In the listing below, find the line that contains "is left out)." and the line that contains "was to run.". Quote both and every line between them, exactly, and nothing more.

* Provided entries
━━━
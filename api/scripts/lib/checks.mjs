// The gates that run before any test: lint (ESLint with eslint.config.mjs), format (Prettier
// --check) and a full type-check (tsc's diagnostics for every tsconfig below). Each passes only
// with no finding at all.
//
// Type-aware lint and the type-check need the same TypeScript programs, and building them is most
// of what both cost, so each part below builds its programs once and hands them to both: the web
// app (the heaviest program) in one process and everything else in another, one per core, beside
// Prettier. The rules themselves all live in eslint.config.mjs; `npm run lint` runs the same rules
// through ESLint's project service.
//
//   node api/scripts/lib/checks.mjs [lint|format|typecheck ...]   (all three when none is named)
import { spawn } from 'node:child_process';
import { mkdtempSync, readFileSync, rmSync, writeFileSync } from 'node:fs';
import { tmpdir } from 'node:os';
import { join, relative } from 'node:path';
import { fileURLToPath } from 'node:url';
import { ROOT } from './workspace.mjs';

/**
 * Every tsconfig that is type-checked, in two parts. Within a part a file that several programs
 * hold is linted with the first (shared's own options before api's; the scripts' before tests').
 * @type {Record<string, { projects: string[]; lint: string[]; ignore: string[] }>}
 */
export const PARTS = {
  web: { projects: ['web/tsconfig.json'], lint: ['web'], ignore: [] },
  rest: {
    projects: ['tsconfig.json', 'shared/tsconfig.json', 'api/tsconfig.json', 'api/scripts/tsconfig.json', 'tests/tsconfig.json'],
    lint: ['.'],
    ignore: ['web/'],
  },
};

export const GATES = /** @type {const} */ (['lint', 'format', 'typecheck']);
/** @typedef {(typeof GATES)[number]} Gate */
/**
 * What a gate found in one part: `items` names each finding once (a file that two programs hold is
 * checked twice, its diagnostics counted once), `text` is what to print besides.
 * @typedef {{ gate: Gate; items: string[]; text: string }} GateResult
 */

/** @type {Record<Gate, string>} */
const LABELS = { lint: 'lint (eslint)', format: 'format (prettier --check)', typecheck: 'type-check (tsc)' };

/**
 * One part's programs, built once, then its type-check and its lint.
 * @param {string} name
 * @param {Gate[]} gates
 * @returns {Promise<GateResult[]>}
 */
async function runPart(name, gates) {
  const part = PARTS[name];
  if (!part) throw new Error(`No part called ${name}.`);
  const ts = (await import('typescript')).default;
  /** @type {import('typescript').FormatDiagnosticsHost} */
  const host = { getCanonicalFileName: (f) => f, getCurrentDirectory: () => ROOT, getNewLine: () => '\n' };
  /** @type {import('typescript').Diagnostic[]} */
  const configErrors = [];
  const programs = part.projects.map((project) => {
    const parsed = ts.getParsedCommandLineOfConfigFile(join(ROOT, project), undefined, {
      ...ts.sys,
      onUnRecoverableConfigFileDiagnostic: (d) => configErrors.push(d),
    });
    if (!parsed) throw new Error(`${project} could not be read:\n${ts.formatDiagnostics(configErrors, host)}`);
    return ts.createProgram({
      rootNames: parsed.fileNames,
      options: parsed.options,
      projectReferences: parsed.projectReferences,
      configFileParsingDiagnostics: parsed.errors,
    });
  });

  /** @type {GateResult[]} */
  const results = [];
  if (gates.includes('typecheck')) {
    const diagnostics = [...configErrors, ...programs.flatMap((p) => ts.getPreEmitDiagnostics(p))];
    const items = [...new Set(diagnostics.map((d) => ts.formatDiagnostics([d], host).trimEnd()))];
    results.push({ gate: 'typecheck', items, text: '' });
  }
  if (gates.includes('lint')) {
    const { ESLint } = await import('eslint');
    const eslint = new ESLint({
      cwd: ROOT,
      ignorePatterns: part.ignore,
      overrideConfig: { languageOptions: { parserOptions: { projectService: false, programs } } },
    });
    const linted = await eslint.lintFiles(part.lint);
    const items = linted.flatMap((r) => r.messages.map((m) => `${r.filePath}:${m.line}:${m.column} ${m.ruleId ?? m.message}`));
    const text = items.length > 0 ? await (await eslint.loadFormatter('stylish')).format(linted) : '';
    results.push({ gate: 'lint', items, text: String(text) });
  }
  return results;
}

/**
 * Runs a child and collects what it prints.
 * @param {string[]} args
 * @returns {Promise<{ code: number; output: string }>}
 */
function collect(args) {
  return new Promise((resolve) => {
    // Plain text: the output is counted and printed later. (FORCE_COLOR=0 would turn colour on in picocolors.)
    /** @type {NodeJS.ProcessEnv} */
    const env = { ...process.env, NO_COLOR: '1' };
    delete env.FORCE_COLOR;
    const child = spawn(process.execPath, args, { cwd: ROOT, env });
    let output = '';
    child.stdout.on('data', (b) => (output += String(b)));
    child.stderr.on('data', (b) => (output += String(b)));
    child.on('close', (code) => resolve({ code: code ?? 1, output }));
  });
}

/**
 * Prettier's check over the whole repository (.prettierignore says what is left out).
 * @returns {Promise<GateResult>}
 */
async function formatCheck() {
  const { code, output } = await collect([join(ROOT, 'node_modules/prettier/bin/prettier.cjs'), '--check', '.']);
  const unformatted = output.split('\n').filter((l) => /^\[(warn|error)\] /.test(l) && !l.includes('Code style issues'));
  // A failed check with no file named (Prettier could not run) is still a finding.
  const items = code === 0 ? [] : unformatted.length > 0 ? unformatted : [output.trim() || `prettier exited with ${code}`];
  return { gate: 'format', items, text: code === 0 ? '' : output };
}

/**
 * Runs the gates named (the parts in parallel, one process each) and prints each gate's findings.
 * @param {Gate[]} gates
 * @returns {Promise<{ gate: Gate; label: string; passed: boolean; findings: number }[]>}
 */
export async function runChecks(gates = [...GATES]) {
  const started = Date.now();
  const scratch = mkdtempSync(join(tmpdir(), 'crumbproof-checks-'));
  const self = fileURLToPath(import.meta.url);
  const typed = gates.filter((g) => g === 'lint' || g === 'typecheck');
  try {
    const parts = typed.length
      ? Object.keys(PARTS).map(async (name) => {
          const out = join(scratch, `${name}.json`);
          const { code, output } = await collect([self, '--part', name, '--out', out, ...typed]);
          if (code !== 0) {
            // A part that could not finish counts as a finding of each gate it was to run.
            const stopped = `The ${name} part of the checks stopped (exit ${code}):\n${output.trimEnd()}`;
            return typed.map((gate) => ({ gate, items: [stopped], text: gate === typed[0] ? stopped : '' }));
          }
          /** @type {unknown} */
          const results = JSON.parse(readFileSync(out, 'utf8'));
          return /** @type {GateResult[]} */ (results);
        })
      : [];
    const all = (await Promise.all([...parts, gates.includes('format') ? formatCheck().then((r) => [r]) : Promise.resolve([])])).flat();
    const results = gates.map((gate) => {
      const mine = all.filter((r) => r.gate === gate);
      const items = [...new Set(mine.flatMap((r) => r.items))];
      const findings = items.length;
      const label = LABELS[gate];
      console.log(`\n${label}: ${findings === 0 ? 'no findings' : `${findings} finding${findings === 1 ? '' : 's'}`}`);
      for (const r of mine) if (r.text.trim()) console.log(r.text.trimEnd());
      if (gate === 'typecheck') for (const item of items) console.log(item);
      return { gate, label, passed: findings === 0, findings };
    });
    console.log(`\nChecks took ${Math.round((Date.now() - started) / 1000)} s.`);
    return results;
  } finally {
    rmSync(scratch, { recursive: true, force: true });
  }
}

const isMain = process.argv[1] && relative(process.argv[1], fileURLToPath(import.meta.url)) === '';
if (isMain) {
  const args = process.argv.slice(2);
  /** @param {string} flag */
  const at = (flag) => {
    const i = args.indexOf(flag);
    return i >= 0 ? args.splice(i, 2)[1] : undefined;
  };
  const part = at('--part');
  const out = at('--out');
  const unknown = args.filter((a) => !(/** @type {readonly string[]} */ (GATES).includes(a)));
  if (unknown.length) {
    console.error(`Unknown gate ${unknown.join(', ')}: name lint, format or typecheck (or none for all three).`);
    process.exit(2);
  }
  const gates = /** @type {Gate[]} */ (args.length ? args : [...GATES]);
  if (part && out) {
    writeFileSync(out, JSON.stringify(await runPart(part, gates)));
  } else {
    const results = await runChecks(gates);
    process.exit(results.every((r) => r.passed) ? 0 : 1);
  }
}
━━━
* Exercise solution
 * Prettier's check over the whole repository (.prettierignore says what is left out).
 * @returns {Promise<GateResult>}
 */
async function formatCheck() {
  const { code, output } = await collect([join(ROOT, 'node_modules/prettier/bin/prettier.cjs'), '--check', '.']);
  const unformatted = output.split('\n').filter((l) => /^\[(warn|error)\] /.test(l) && !l.includes('Code style issues'));
  // A failed check with no file named (Prettier could not run) is still a finding.
  const items = code === 0 ? [] : unformatted.length > 0 ? unformatted : [output.trim() || `prettier exited with ${code}`];
  return { gate: 'format', items, text: code === 0 ? '' : output };
}

/**
 * Runs the gates named (the parts in parallel, one process each) and prints each gate's findings.
 * @param {Gate[]} gates
 * @returns {Promise<{ gate: Gate; label: string; passed: boolean; findings: number }[]>}
 */
export async function runChecks(gates = [...GATES]) {
  const started = Date.now();
  const scratch = mkdtempSync(join(tmpdir(), 'crumbproof-checks-'));
  const self = fileURLToPath(import.meta.url);
  const typed = gates.filter((g) => g === 'lint' || g === 'typecheck');
  try {
    const parts = typed.length
      ? Object.keys(PARTS).map(async (name) => {
          const out = join(scratch, `${name}.json`);
          const { code, output } = await collect([self, '--part', name, '--out', out, ...typed]);
          if (code !== 0) {
            // A part that could not finish counts as a finding of each gate it was to run.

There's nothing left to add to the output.